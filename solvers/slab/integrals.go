package slab

// share is what one medium contributes: the integrals of psi^2 and phi^2 and,
// for a film, the invariant phi^2/p + b(e-N) psi^2, to first
// order along the way. All carry the same factor (see weigh).
type share[T scalar] struct{ psi, phi, energy linear[T] }

// gather computes the shares of films and ends from the states that expand
// left, and the norm, the sum of b psi^2.
func (q *line[T]) gather(m int, films []share[T], ends *[2]share[T]) (norm linear[T]) {
	v := q.rise(q.u).first()
	amp := linear[T]{a: 1}
	for i := m - 1; i >= 0; i-- {
		out := amp
		amp = amp.times(q.factor[i])
		q.film(i, &q.states[0][i], amp, &q.states[0][i+1], out, v, &films[i])
	}
	q.tail(0, &q.states[0][0], amp, &ends[0])
	q.foot = amp.a
	amp = q.joint(m)
	last := len(q.films)
	for i := m; i < last; i++ {
		out := amp
		amp = amp.times(q.factor[i])
		q.film(i, &q.states[1][i+1], amp, &q.states[1][i], out, v, &films[i])
	}
	q.tail(1, &q.states[1][last], amp, &ends[1])
	for i := range films {
		q.weigh(&films[i])
		norm = norm.plus(q.films[i].live.b.first().times(films[i].psi))
	}
	for i := range ends {
		norm = norm.plus(q.ends[i].live.b.first().times(ends[i].psi))
	}
	return norm
}

// joint is the factor that makes the upper side continue the lower one.
func (q *line[T]) joint(m int) linear[T] {
	a, b := &q.states[0][m], &q.states[1][m]
	if modulus(b.phi.a) > modulus(b.psi.a) {
		return a.phi.first().by(-1).times(b.phi.first().over())
	}
	return a.psi.first().times(b.psi.first().over())
}

// weigh multiplies by u where u is a decay constant: a tail then has a finite
// share at cut-off, and nothing cancels in its derivative.
func (q *line[T]) weigh(s *share[T]) {
	if !q.branch {
		return
	}
	u := q.u.first()
	s.psi, s.phi, s.energy = u.times(s.psi), u.times(s.phi), u.times(s.energy)
}

// tail is the share of a half-space, psi^2/2g, weighed.
func (q *line[T]) tail(i int, s *state[T], amp linear[T], out *share[T]) {
	e := &q.ends[i]
	*out = share[T]{}
	if e.closure != open {
		q.edges[i], q.rates[i] = 0, 0
		return
	}
	q.edges[i], q.rates[i] = amp.a*s.psi.a, q.u.a
	w := linear[T]{a: 0.5} // u/2g
	switch {
	case e.level:
		k := q.likeness(&e.live).first()
		q.rates[i] *= k.a
		w = k.over().by(0.5)
	case !e.cut:
		g := q.decay(e, &e.live, q.rise(q.u)).first()
		q.rates[i] = g.a
		w = g.over().by(0.5)
		if q.branch {
			w = q.u.first().times(w)
		}
	}
	w = w.times(amp).times(amp)
	psi, phi := s.psi.first(), s.phi.first()
	out.psi, out.phi = w.times(psi.times(psi)), w.times(phi.times(phi))
}

// film is the share of film i whose state is in where it was entered and out
// where it was left, before weighing.
func (q *line[T]) film(i int, in *state[T], ain linear[T], out *state[T], aout, v linear[T], r *share[T]) {
	f := &q.films[i]
	inv := f.live.inv.first()
	psi, phi := ain.times(in.psi.first()), ain.times(in.phi.first())
	q.faces[i] = face[T]{psi: psi.a, rise: inv.a * phi.a, end: aout.a * out.psi.a}
	if evanescent(q.z[i].a) {
		thick(r, inv, q.z[i], f.h, psi, aout.times(out.psi.first()))
		return
	}
	g := f.live.b.first().times(f.live.gap.first().less(v))
	thin(r, q.trig(i, q.z[i].a), inv, g, q.z[i], f.h, psi, phi)
}

// evanescent reports whether a film of that z is treated as two decaying
// waves, one from each face: (Im sqrt z)^2 = (|z| - Re z)/2 is large enough.
func evanescent[T scalar](z T) bool {
	switch v := any(z).(type) {
	case float64:
		return v <= -smallArgument
	case complex128:
		x, y := real(v), imag(v)
		if x < 0 {
			return length(x, y)-x >= 2*smallArgument
		}
		return y*y > 2*smallArgument*(length(x, y)+x)
	}
	return false
}

// thin integrates from the state on one face, with entire functions:
// int psi^2 = h [psi^2 (1 + cs)/2 + psi' psi h s^2 + psi'^2 h^2 (s^2 - c f)/2],
// f = j_1(x)/x, and the same for phi, which obeys the dual equation.
func thin[T scalar](r *share[T], t *trig[T], inv, g, z linear[T], d T, psi, phi linear[T]) {
	k := 1 / t.factor
	h, x := linear[T]{d, d}, -0.5*z.b
	c := linear[T]{t.f[0], t.f[1] * x}.by(k)
	s := linear[T]{t.f[1], t.f[2] * x}.by(k)
	j := linear[T]{t.f[2], t.f[3] * x}.by(k)
	even, mixed := c.times(s).by(0.5), s.times(s)
	even.a += 0.5
	odd := mixed.less(c.times(j)).by(0.5)
	even, mixed, odd = h.times(even), h.times(mixed), h.times(odd)
	up, down := inv.times(phi), g.times(psi) // psi' and -phi'
	r.energy = up.times(phi).plus(down.times(psi))
	r.psi = quadratic(psi, up.times(h), even, mixed, odd)
	r.phi = quadratic(phi, down.times(h).by(-1), even, mixed, odd)
}

// quadratic is a^2 even + a b mixed + b^2 odd.
func quadratic[T scalar](a, b, even, mixed, odd linear[T]) linear[T] {
	return a.times(a.times(even).plus(b.times(mixed))).plus(b.times(b).times(odd))
}

// thick integrates psi = A exp(-k y) + B exp(-k (h - y)) from the values of
// psi on both faces.
func thick[T scalar](r *share[T], inv, z linear[T], d T, psi, end linear[T]) {
	x := linear[T]{a: sqrt(-z.a)} // k h
	x.b = -0.5 * z.b / x.a
	h := linear[T]{d, d}
	e := linear[T]{a: exp(-x.a)}
	e.b = -x.b * e.a
	ee := e.times(e)
	gap := linear[T]{1 - ee.a, -ee.b}
	over := gap.over()
	a, b := psi.less(end.times(e)).times(over), end.less(psi.times(e)).times(over)
	own := a.times(a).plus(b.times(b)).times(gap).times(x.over()).by(0.5)
	mixed := a.times(b).times(e).by(2)
	r.psi = own.plus(mixed).times(h)
	k := x.times(h.over()).times(inv.over()) // p k
	kk := k.times(k)
	r.phi = kk.times(own.less(mixed)).times(h)
	r.energy = kk.times(mixed).times(inv).by(-2)
}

● ● ● ●

Your objective | Going back over the entries above, copy word for word every line from the one that has "up, down := inv.times(phi), g.times(psi)" on through the one that has "mixed + b^2 odd.".

Response to the task |
	up, down := inv.times(phi), g.times(psi) // psi' and -phi'
	r.energy = up.times(phi).plus(down.times(psi))
	r.psi = quadratic(psi, up.times(h), even, mixed, odd)
	r.phi = quadratic(phi, down.times(h).by(-1), even, mixed, odd)
}

// quadratic is a^2 even + a b mixed + b^2 odd.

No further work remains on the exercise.